* Task requirements: In the material below, find the line containing "if let Some(forms)" and the line containing "Local date-times: every", then reproduce exactly both of them and every line between, and nothing else.

* The input:
/// Applies the shared responses to the final document, then states in the
/// schema what the Rust types cannot say by themselves.
pub fn finish(mut doc: OpenApiDoc) -> OpenApiDoc {
    Problems.modify(&mut doc);
    let Ok(mut value) = serde_json::to_value(&doc) else {
        return doc;
    };
    refine(&mut value);
    // Refinements only ever produce valid OpenAPI; the API tests compare the
    // result with the committed document, so a slip fails there at once.
    match serde_json::from_value(value) {
        Ok(refined) => refined,
        Err(e) => {
            debug_assert!(false, "the refined OpenAPI document does not parse: {e}");
            tracing::error!(error = %e, "the refined OpenAPI document does not parse; serving the unrefined one");
            doc
        }
    }
}

const LOCAL_TIME: &str = "^([01][0-9]|2[0-3]):[0-5][0-9](:[0-5][0-9])?$";
const LOCAL_DATE_TIME: &str =
    "^[0-9]{4}-[0-9]{2}-[0-9]{2}T([01][0-9]|2[0-3]):[0-5][0-9](:[0-5][0-9](\\.[0-9]+)?)?$";
/// One-line text: no control characters (Unicode Cc) and no bidirectional
/// formatting characters (UAX #9).
const ONE_LINE_TEXT: &str =
    "^[^\\u0000-\\u001F\\u007F-\\u009F\\u061C\\u200E\\u200F\\u202A-\\u202E\\u2066-\\u2069]*$";

/// In responses: a local date-time, with the RFC 3339 offset of the team's
/// zone when the response belongs to a team (plans), without one otherwise
/// (stateless estimates).
const PLACED_DATE_TIME: &str = "^[0-9]{4}-[0-9]{2}-[0-9]{2}T([01][0-9]|2[0-3]):[0-5][0-9](:[0-5][0-9](\\.[0-9]+)?)?([+-][0-9]{2}:[0-9]{2})?$";

fn refine(doc: &mut Value) {
    let sent = request_schemas(doc);
    let schemas = &mut doc["components"]["schemas"];
    // Time zones are IANA names, checked against the zone database bundled
    // with this build. A string, not a 600-value enum: client generators
    // cannot turn names such as `Etc/GMT+0` and `Etc/GMT-0` into distinct
    // identifiers.
    schemas["TeamInput"]["properties"]["time_zone"] = serde_json::json!({
        "type": "string",
        "minLength": 1,
        "maxLength": 64,
        "description": "IANA time zone name (tz database), e.g. `Europe/London`; checked against the zone database of this build (422 if unknown). Dates and session start times of the team are local to it.",
        "example": "Europe/London"
    });
    // One-line text refuses control and bidirectional formatting characters
    // (domain::check_text).
    for (schema, field) in [
        ("TeamInput", "name"),
        ("AthleteInput", "display_name"),
        ("AthleteInput", "position_group"),
        ("SessionInput", "title"),
        ("Segment", "label"),
        ("TokenInput", "label"),
    ] {
        if let Some(prop) = schemas
            .get_mut(schema)
            .and_then(|s| s.get_mut("properties"))
            .and_then(|p| p.get_mut(field))
            .and_then(Value::as_object_mut)
        {
            prop.insert("pattern".into(), ONE_LINE_TEXT.into());
        }
    }
    // Local wall-clock times and local date-times carry no offset.
    schemas["SessionInput"]["properties"]["start_time"]["pattern"] = LOCAL_TIME.into();
    if let Some(props) = schemas["MealTimes"]["properties"].as_object_mut() {
        for p in props.values_mut() {
            p["pattern"] = LOCAL_TIME.into();
        }
    }
    let start = &mut schemas["SessionWork"]["properties"]["start"];
    if let Some(obj) = start.as_object_mut() {
        obj.remove("format");
        obj.insert("pattern".into(), LOCAL_DATE_TIME.into());
    }
    // Creating an athlete needs a first body-mass reading; patching must not carry one.
    let mut create = schemas["AthleteInput"].clone();
    if let Some(required) = create["required"].as_array_mut() {
        required.push("initial_body_mass".into());
    }
    if let Some(props) = create["properties"].as_object_mut()
        && let Some(first) = props.get_mut("initial_body_mass")
    {
        *first = serde_json::json!({"$ref": "#/components/schemas/InitialBodyMass"});
    }
    schemas["AthleteCreate"] = create;
    for (input, patch) in [
        ("TeamInput", "TeamPatch"),
        ("AthleteInput", "AthletePatch"),
        ("SessionInput", "SessionPatch"),
    ] {
        let patch_schema = merge_patch_schema(&schemas[input]);
        schemas[patch] = patch_schema;
    }
    // Activities are the catalogue's keys.
    let keys: Vec<Value> = crate::engine::physiology::catalogue::ACTIVITIES
        .iter()
        .map(|a| Value::from(a.key))
        .collect();
    if let Some(forms) = schemas["Intensity"]["oneOf"].as_array_mut() {
        for form in forms {
            if form["properties"].get("activity").is_some() {
                form["properties"]["activity"]["enum"] = Value::Array(keys.clone());
            }
        }
    }
    // Local date-times: every date-time except the `..._at` instants. What
    // clients send is local (no offset); what plans return carries the
    // offset of the team's zone (http/output.rs).
    if let Some(all) = schemas.as_object_mut() {
        for (name, schema) in all.iter_mut() {
            let pattern = if sent.contains(name) {
                LOCAL_DATE_TIME
            } else {
                PLACED_DATE_TIME
            };
            mark_local_date_times(schema, pattern);
        }
    }
    // Admin tokens have no team; planner and reader tokens need one.
    let token = schemas["TokenInput"].clone();
    let mut admin = token.clone();
    admin["properties"]["role"] = serde_json::json!({"type": "string", "enum": ["admin"]});
    admin["properties"]["team_id"] = serde_json::json!({"type": "null"});
    let mut scoped = token;
    scoped["properties"]["role"] =
        serde_json::json!({"type": "string", "enum": ["planner", "reader"]});
    scoped["properties"]["team_id"] = serde_json::json!({"type": "string", "format": "uuid"});
    if let Some(required) = scoped["required"].as_array_mut() {
        required.push("team_id".into());
    }
    let description = schemas["TokenInput"]["description"].clone();
    schemas["TokenInput"] =
        serde_json::json!({"oneOf": [admin, scoped], "description": description});

    let paths = &mut doc["paths"];
    if let Some(all) = paths.as_object_mut() {
        for item in all.values_mut() {
            let Some(operations) = item.as_object_mut() else {
                continue;
            };
            for operation in operations.values_mut() {
                let Some(parameters) = operation["parameters"].as_array_mut() else {
                    continue;
                };
                for parameter in parameters {
                    match parameter["name"].as_str() {
                        Some("if-match") | Some("if-none-match") => {
                            parameter["schema"] =
                                serde_json::json!({"type": "string", "pattern": ENTITY_TAGS});
                        }
                        Some("cursor") => {
                            parameter["schema"] = serde_json::json!({"type": ["string", "null"], "pattern": "^[A-Za-z0-9_-]+$"});
                        }
                        _ => {}
                    }
                }
            }
        }
    }
    set_body_schema(
        &mut paths["/v1/teams/{team_id}/athletes"]["post"],
        "application/json",
        "AthleteCreate",
    );
    set_body_schema(
        &mut paths["/v1/teams/{team_id}"]["patch"],
        "application/merge-patch+json",
        "TeamPatch",
    );
    set_body_schema(
        &mut paths["/v1/athletes/{athlete_id}"]["patch"],
        "application/merge-patch+json",
        "AthletePatch",
    );
    set_body_schema(
        &mut paths["/v1/sessions/{session_id}"]["patch"],
        "application/merge-patch+json",
        "SessionPatch",
    );
    cite_sources(doc);
}

/// A merge patch of an input: any subset of its fields; `null` removes an
/// optional field (a required one cannot be removed).
fn merge_patch_schema(input: &Value) -> Value {
    let mut patch = input.clone();
    let required: Vec<String> = patch["required"]
        .as_array()
        .map(|r| {
            r.iter()
                .filter_map(|v| v.as_str().map(str::to_owned))
                .collect()
        })
        .unwrap_or_default();
    if let Some(obj) = patch.as_object_mut() {
        obj.remove("required");
        obj.insert(
            "description".into(),
            "JSON merge patch (RFC 7396): the fields to change; `null` clears an optional field."
                .into(),
        );
        if let Some(props) = obj.get_mut("properties").and_then(Value::as_object_mut) {
            props.remove("initial_body_mass");
            for (name, p) in props.iter_mut() {
                // A required field can be changed but not removed; `null`
                // resets any other field to its default.
                if !required.contains(name) && !is_nullable(p) {
                    *p = serde_json::json!({"anyOf": [p.clone(), {"type": "null"}]});
                }
            }
        }
        obj.insert("additionalProperties".into(), false.into());
    }
    patch
}

/// `*` or a comma-separated list of entity tags (RFC 9110).
const ENTITY_TAGS: &str = "^(\\*|(W/)?\"[^\"]*\"(\\s*,\\s*(W/)?\"[^\"]*\")*)$";

fn mark_local_date_times(schema: &mut Value, pattern: &str) {
    match schema {
        Value::Object(map) => {
            if let Some(props) = map.get_mut("properties").and_then(Value::as_object_mut) {
                for (name, prop) in props.iter_mut() {
                    if !name.ends_with("_at") {
                        localise(prop, pattern);
                    }
                }
            }
            for key in ["oneOf", "anyOf", "allOf"] {
                if let Some(alts) = map.get_mut(key).and_then(Value::as_array_mut) {
                    alts.iter_mut()
                        .for_each(|a| mark_local_date_times(a, pattern));
                }
            }
        }
        Value::Array(items) => items
            .iter_mut()
            .for_each(|a| mark_local_date_times(a, pattern)),
        _ => {}
    }
}

fn localise(prop: &mut Value, pattern: &str) {
    if (prop["format"] == "date-time" || prop["pattern"] == LOCAL_DATE_TIME)
        && let Some(obj) = prop.as_object_mut()
    {
        obj.remove("format");
        obj.insert("pattern".into(), pattern.into());
    }
    if prop["items"].is_object() {
        localise(&mut prop["items"], pattern);
    }
    for key in ["oneOf", "anyOf"] {
        if let Some(alts) = prop.get_mut(key).and_then(Value::as_array_mut) {
            alts.iter_mut().for_each(|a| localise(a, pattern));
        }
    }
}

/// Names of the component schemas `$ref`erenced (directly or not) by `value`.
fn referenced(value: &Value, schemas: &Value, out: &mut std::collections::BTreeSet<String>) {
    match value {
        Value::Object(map) => {
            if let Some(name) = map
                .get("$ref")
                .and_then(Value::as_str)
                .and_then(|r| r.strip_prefix("#/components/schemas/"))
                && out.insert(name.to_owned())
            {
                referenced(&schemas[name], schemas, out);
            }
            map.values().for_each(|v| referenced(v, schemas, out));
        }
        Value::Array(items) => items.iter().for_each(|v| referenced(v, schemas, out)),
        _ => {}
    }
}

/// The schemas a client sends (request bodies, transitively).
fn request_schemas(doc: &Value) -> std::collections::BTreeSet<String> {
    let mut out = std::collections::BTreeSet::new();
    if let Some(paths) = doc["paths"].as_object() {
        for item in paths.values() {
            if let Some(ops) = item.as_object() {
                for op in ops.values() {
                    referenced(&op["requestBody"], &doc["components"]["schemas"], &mut out);
                }
            }
        }
    }
    out
}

* Exercise response:
    if let Some(forms) = schemas["Intensity"]["oneOf"].as_array_mut() {
        for form in forms {
            if form["properties"].get("activity").is_some() {
                form["properties"]["activity"]["enum"] = Value::Array(keys.clone());
            }
        }
    }
    // Local date-times: every date-time except the `..._at` instants. What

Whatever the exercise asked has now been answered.